:: What the task requires ::
Extract every line starting at the line that contains "match catch_unwind(|| road(&text))" and ending with the final line of the data, inclusive; give only those lines, word for word.

:: Excerpted data ::
//! Damaged netlists through the whole road: each ends in an answer or in a named error, in
//! reasonable time; never in a panic.
//!
//! The damage is drawn anew for each seed: words dropped, doubled, swapped with one from another
//! netlist, digits changed, signs and odd characters put in, lines moved. `PULSEWRIGHT_SHOTS=5000`
//! damages as many; the default is small. Limits are set so that a span of hours or a counter to a
//! billion ends early.

use std::fs;
use std::panic::catch_unwind;
use std::path::PathBuf;
use std::time::{Duration, Instant};

use pulsewright_study::{Options, StudyError};
use pulsewright_tests::random::Random;

const LIMITS: &str = "\nlimit steps 3000\nlimit events 100\nlimit parts 300\nlimit unknowns 300\n";
/// Far above what any of these takes; a hang is what it is to find.
const PATIENCE: Duration = Duration::from_secs(60);

fn shots() -> u64 {
    std::env::var("PULSEWRIGHT_SHOTS")
        .ok()
        .and_then(|n| n.parse().ok())
        .unwrap_or(150)
}

fn netlists() -> Vec<String> {
    let folder = PathBuf::from(env!("CARGO_MANIFEST_DIR")).join("../netlists");
    let mut paths: Vec<PathBuf> = fs::read_dir(folder)
        .unwrap()
        .map(|e| e.unwrap().path())
        .collect();
    paths.retain(|p| p.extension().is_some_and(|e| e == "shot"));
    paths.sort();
    paths
        .iter()
        .map(|p| fs::read_to_string(p).unwrap())
        .collect()
}

/// The text in words, blanks and signs, so that damage falls between them.
fn words(text: &str) -> Vec<String> {
    let mut words: Vec<String> = Vec::new();
    let kind = |c: char| {
        if c.is_alphanumeric() || c == '_' || c == '.' {
            1
        } else if c == ' ' {
            2
        } else {
            0
        }
    };
    let mut last = 0;
    for c in text.chars() {
        let now = kind(c);
        match words.last_mut() {
            Some(word) if now == last && now != 0 => word.push(c),
            _ => words.push(c.to_string()),
        }
        last = now;
    }
    words
}

const ODD: &[&str] = &[
    "0",
    "-1",
    "1e308",
    "1e-308",
    "9e999",
    "-",
    "(",
    ")",
    "[",
    "]",
    ",",
    ":",
    "=",
    "^",
    "/",
    "\"",
    "\n",
    "#",
    "µ",
    "Ω",
    "\u{a0}",
    "\u{0}",
    "ohm",
    "s",
    "%",
    "ground",
    "open circuit",
    "short circuit",
    "closed",
    "at",
    "when",
    "or",
    "first",
    "last",
    "of",
    "span 1 s",
    "repeat k from 1 to 1000000000\n",
    "end\n",
    "start steady\n",
    "integrate by backward Euler\n",
    "time step 1 us\n",
    "pi",
    "t",
    "exp(",
    "tolerance 5 %",
    "charged to 1 MV",
    "carrying -3 A",
    "coupling m between a and b = 1\n",
    "wire w from a to ground\n",
];

fn damaged(r: &mut Random, netlists: &[String]) -> String {
    let mut text = words(&netlists[r.below(netlists.len())]);
    let donor = words(&netlists[r.below(netlists.len())]);
    for _ in 0..1 + r.below(4) {
        let at = r.below(text.len());
        match r.below(6) {
            0 => {
                text.remove(at);
            }
            1 => text.insert(at, text[at].clone()),
            2 => text[at].clone_from(&donor[r.below(donor.len())]),
            3 => text.insert(at, ODD[r.below(ODD.len())].to_owned()),
            4 => {
                let other = r.below(text.len());
                text.swap(at, other);
            }
            _ => change_a_digit(r, &mut text),
        }
        if text.is_empty() {
            break;
        }
    }
    text.concat() + LIMITS
}

fn change_a_digit(r: &mut Random, text: &mut [String]) {
    let numbers: Vec<usize> = (0..text.len())
        .filter(|k| text[*k].starts_with(|c: char| c.is_ascii_digit()))
        .collect();
    if let Some(word) = numbers
        .get(r.below(numbers.len()))
        .and_then(|k| text.get_mut(*k))
    {
        *word = format!(
            "{}{}",
            r.below(1000),
            ["", "0", "e3", "e-9", ".5"][r.below(5)]
        );
    }
}

/// What became of a netlist.
#[derive(Clone, Copy, Debug, PartialEq, Eq)]
enum End {
    Judged,
    Mistaken,
    Refused,
}

fn road(text: &str) -> End {
    let began = Instant::now();
    let stopped = |_: pulsewright_study::Progress| began.elapsed() < PATIENCE;
    let netlist = match pulsewright_netlist::read(text.as_bytes(), "damaged.shot") {
        Ok(netlist) => netlist,
        Err(mistakes) => {
            assert!(!mistakes.to_string().is_empty());
            let _ = pulsewright_netlist::neaten(text.as_bytes(), "damaged.shot");
            return End::Mistaken;
        }
    };
    let neat = pulsewright_netlist::neaten(text.as_bytes(), "damaged.shot").unwrap();
    assert_eq!(
        pulsewright_netlist::read(neat.as_bytes(), "neat")
            .unwrap()
            .circuit
            .draft(),
        netlist.circuit.draft()
    );
    let options = Options {
        hook: Some(&stopped),
        stress: true,
        ..Options::default()
    };
    match pulsewright_study::judge(&netlist.circuit, &options) {
        Ok(_) => End::Judged,
        Err(StudyError::Cancelled { .. }) => panic!("no end within {PATIENCE:?}"),
        Err(why) => {
            assert!(!why.to_string().is_empty());
            assert!(!matches!(why, StudyError::Balance { .. }), "{why}");
            End::Refused
        }
    }
}

#[test]
fn damage_ends_in_an_answer_or_a_named_error() {
    let netlists = netlists();
    let mut ends = [0_u32; 3];
    let mut bad = Vec::new();
    for seed in 1..=shots() {
        let text = damaged(&mut Random::new(seed), &netlists);
        let began = Instant::now();
        match catch_unwind(|| road(&text)) {
            Ok(end) => ends[end as usize] += 1,
            Err(_) => bad.push(format!("--- damage {seed}\n{text}")),
        }
        assert!(
            began.elapsed() < PATIENCE,
            "damage {seed} took {:?}:\n{text}",
            began.elapsed()
        );
    }
    println!(
        "{} judged, {} with mistakes, {} refused when fired",
        ends[0], ends[1], ends[2]
    );
    assert!(bad.is_empty(), "{} broke:\n{}", bad.len(), bad.join("\n"));
}

/// Any bytes at all.
#[test]
fn bytes_end_in_mistakes() {
    for seed in 1..=200 {
        let mut r = Random::new(seed);
        let n = r.below(300);
        let bytes: Vec<u8> = (0..n)
            .map(|_| u8::try_from(r.below(256)).unwrap())
            .collect();
        let _ = pulsewright_netlist::read(&bytes, "bytes");
        let _ = pulsewright_netlist::neaten(&bytes, "bytes");
    }
}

:: Expected answer ::
        match catch_unwind(|| road(&text)) {
            Ok(end) => ends[end as usize] += 1,
            Err(_) => bad.push(format!("--- damage {seed}\n{text}")),
        }
        assert!(
            began.elapsed() < PATIENCE,
            "damage {seed} took {:?}:\n{text}",
            began.elapsed()
        );
    }
    println!(
        "{} judged, {} with mistakes, {} refused when fired",
        ends[0], ends[1], ends[2]
    );
    assert!(bad.is_empty(), "{} broke:\n{}", bad.len(), bad.join("\n"));
}

/// Any bytes at all.
#[test]
fn bytes_end_in_mistakes() {
    for seed in 1..=200 {
        let mut r = Random::new(seed);
        let n = r.below(300);
        let bytes: Vec<u8> = (0..n)
            .map(|_| u8::try_from(r.below(256)).unwrap())
            .collect();
        let _ = pulsewright_netlist::read(&bytes, "bytes");
        let _ = pulsewright_netlist::neaten(&bytes, "bytes");
    }
}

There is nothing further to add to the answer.